- _Exercise prompt_
Whatever the records say, give every one of them again exactly.

Start of Available data

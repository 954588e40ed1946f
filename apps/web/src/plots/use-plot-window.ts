import type { Domains, Geometry, Plot } from '@nightcone/drawing';
import { useCallback, useState } from 'react';

type Span = readonly [number, number];

/** A span scaled around a fixed place; never wider than the whole, never narrower than a millionth of it. */
export function zoomSpan([low, high]: Span, whole: Span, at: number, factor: number): Span {
  const width = Math.min(whole[1] - whole[0], Math.max((whole[1] - whole[0]) * 1e-6, (high - low) * factor));
  const part = (at - low) / (high - low);
  return shiftInto([at - part * width, at + (1 - part) * width], whole);
}

/** The span moved so that it lies inside the whole. */
export function shiftInto([low, high]: Span, whole: Span): Span {
  const shift = low < whole[0] ? whole[0] - low : high > whole[1] ? whole[1] - high : 0;
  return [low + shift, high + shift];
}

export interface PlotWindow {
  domains: Domains | undefined;
  zoomed: boolean;
  zoomAt(geometry: Geometry, x: number, y: number, factor: number): void;
  panBy(geometry: Geometry, dx: number, dy: number): void;
  show(domains: Domains): void;
  reset(): void;
}

/** The visible part of a plot. It survives new data as long as the plot's own domains stay. */
export function usePlotWindow(plot: Plot): PlotWindow {
  const whole: Domains = { x: plot.x.domain, y: plot.y.domain };
  const key = [...whole.x, ...whole.y, plot.x.symbol, plot.y.symbol].join(' ');
  const [state, setState] = useState<{ key: string; domains: Domains } | null>(null);
  const domains = state?.key === key ? state.domains : undefined;
  const show = useCallback((next: Domains) => setState({ key, domains: next }), [key]);
  const reset = useCallback(() => setState(null), []);
  return {
    domains,
    zoomed: domains !== undefined,
    show,
    reset,
    zoomAt(geometry, x, y, factor) {
      const next = {
        x: zoomSpan(geometry.domains.x, whole.x, geometry.fromX(x), factor),
        y: zoomSpan(geometry.domains.y, whole.y, geometry.fromY(y), factor),
      };
      const all =
        next.x[1] - next.x[0] >= (whole.x[1] - whole.x[0]) * 0.9999 &&
        next.y[1] - next.y[0] >= (whole.y[1] - whole.y[0]) * 0.9999;
      if (all) reset();
      else show(next);
    },
    panBy(geometry, dx, dy) {
      const stepX = geometry.fromX(dx) - geometry.fromX(0);
      const stepY = geometry.fromY(dy) - geometry.fromY(0);
      show({
        x: shiftInto([geometry.domains.x[0] + stepX, geometry.domains.x[1] + stepX], whole.x),
        y: shiftInto([geometry.domains.y[0] + stepY, geometry.domains.y[1] + stepY], whole.y),
      });
    },
  };
}
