import sans from '@fontsource-variable/atkinson-hyperlegible-next/files/atkinson-hyperlegible-next-latin-wght-normal.woff2?url';
import mono from '@fontsource-variable/jetbrains-mono/files/jetbrains-mono-latin-wght-normal.woff2?url';
import greekItalic from '@fontsource-variable/stix-two-text/files/stix-two-text-greek-wght-italic.woff2?url';
import italic from '@fontsource-variable/stix-two-text/files/stix-two-text-latin-wght-italic.woff2?url';
import roman from '@fontsource-variable/stix-two-text/files/stix-two-text-latin-wght-normal.woff2?url';
import { base64 } from '@nightcone/drawing';

const faces = [
  { family: 'Atkinson Hyperlegible Next', style: 'normal', url: sans },
  { family: 'JetBrains Mono', style: 'normal', url: mono },
  { family: 'STIX Two Text', style: 'normal', url: roman },
  { family: 'STIX Two Text', style: 'italic', url: italic },
  { family: 'STIX Two Text', style: 'italic', url: greekItalic, range: 'U+0370-03FF' },
];

/** Font faces of the page as data, for drawings that are painted as images. */
export async function embeddedFonts(): Promise<string> {
  const rules = await Promise.all(
    faces.map(async ({ family, style, url, range }) => {
      const bytes = new Uint8Array(await (await fetch(url)).arrayBuffer());
      const limits = range ? `unicode-range:${range};` : '';
      return `@font-face{font-family:'${family}';font-style:${style};font-weight:100 900;${limits}src:url(data:font/woff2;base64,${base64(bytes)}) format('woff2')}`;
    }),
  );
  return rules.join('');
}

End of Available data

- _Answer to the exercise_
repository 954588e40ed1946f
filename apps/web/src/plots/use-plot-window.ts
import type { Domains, Geometry, Plot } from '@nightcone/drawing';
import { useCallback, useState } from 'react';

type Span = readonly [number, number];

/** A span scaled around a fixed place; never wider than the whole, never narrower than a millionth of it. */
export function zoomSpan([low, high]: Span, whole: Span, at: number, factor: number): Span {
  const width = Math.min(whole[1] - whole[0], Math.max((whole[1] - whole[0]) * 1e-6, (high - low) * factor));
  const part = (at - low) / (high - low);
  return shiftInto([at - part * width, at + (1 - part) * width], whole);
}

/** The span moved so that it lies inside the whole. */
export function shiftInto([low, high]: Span, whole: Span): Span {
  const shift = low < whole[0] ? whole[0] - low : high > whole[1] ? whole[1] - high : 0;
  return [low + shift, high + shift];
}

export interface PlotWindow {
  domains: Domains | undefined;
  zoomed: boolean;
  zoomAt(geometry: Geometry, x: number, y: number, factor: number): void;
  panBy(geometry: Geometry, dx: number, dy: number): void;
  show(domains: Domains): void;
  reset(): void;
}

/** The visible part of a plot. It survives new data as long as the plot's own domains stay. */
export function usePlotWindow(plot: Plot): PlotWindow {
  const whole: Domains = { x: plot.x.domain, y: plot.y.domain };
  const key = [...whole.x, ...whole.y, plot.x.symbol, plot.y.symbol].join(' ');
  const [state, setState] = useState<{ key: string; domains: Domains } | null>(null);
  const domains = state?.key === key ? state.domains : undefined;
  const show = useCallback((next: Domains) => setState({ key, domains: next }), [key]);
  const reset = useCallback(() => setState(null), []);
  return {
    domains,
    zoomed: domains !== undefined,
    show,
    reset,
    zoomAt(geometry, x, y, factor) {
      const next = {
        x: zoomSpan(geometry.domains.x, whole.x, geometry.fromX(x), factor),
        y: zoomSpan(geometry.domains.y, whole.y, geometry.fromY(y), factor),
      };
      const all =
        next.x[1] - next.x[0] >= (whole.x[1] - whole.x[0]) * 0.9999 &&
        next.y[1] - next.y[0] >= (whole.y[1] - whole.y[0]) * 0.9999;
      if (all) reset();
      else show(next);
    },
    panBy(geometry, dx, dy) {
      const stepX = geometry.fromX(dx) - geometry.fromX(0);
      const stepY = geometry.fromY(dy) - geometry.fromY(0);
      show({
        x: shiftInto([geometry.domains.x[0] + stepX, geometry.domains.x[1] + stepX], whole.x),
        y: shiftInto([geometry.domains.y[0] + stepY, geometry.domains.y[1] + stepY], whole.y),
      });
    },
  };
}
import sans from '@fontsource-variable/atkinson-hyperlegible-next/files/atkinson-hyperlegible-next-latin-wght-normal.woff2?url';
import mono from '@fontsource-variable/jetbrains-mono/files/jetbrains-mono-latin-wght-normal.woff2?url';
import greekItalic from '@fontsource-variable/stix-two-text/files/stix-two-text-greek-wght-italic.woff2?url';
import italic from '@fontsource-variable/stix-two-text/files/stix-two-text-latin-wght-italic.woff2?url';
import roman from '@fontsource-variable/stix-two-text/files/stix-two-text-latin-wght-normal.woff2?url';
import { base64 } from '@nightcone/drawing';

const faces = [
  { family: 'Atkinson Hyperlegible Next', style: 'normal', url: sans },
  { family: 'JetBrains Mono', style: 'normal', url: mono },
  { family: 'STIX Two Text', style: 'normal', url: roman },
  { family: 'STIX Two Text', style: 'italic', url: italic },
  { family: 'STIX Two Text', style: 'italic', url: greekItalic, range: 'U+0370-03FF' },
];

/** Font faces of the page as data, for drawings that are painted as images. */
export async function embeddedFonts(): Promise<string> {
  const rules = await Promise.all(
    faces.map(async ({ family, style, url, range }) => {
      const bytes = new Uint8Array(await (await fetch(url)).arrayBuffer());
      const limits = range ? `unicode-range:${range};` : '';
      return `@font-face{font-family:'${family}';font-style:${style};font-weight:100 900;${limits}src:url(data:font/woff2;base64,${base64(bytes)}) format('woff2')}`;
    }),
  );
  return rules.join('');
}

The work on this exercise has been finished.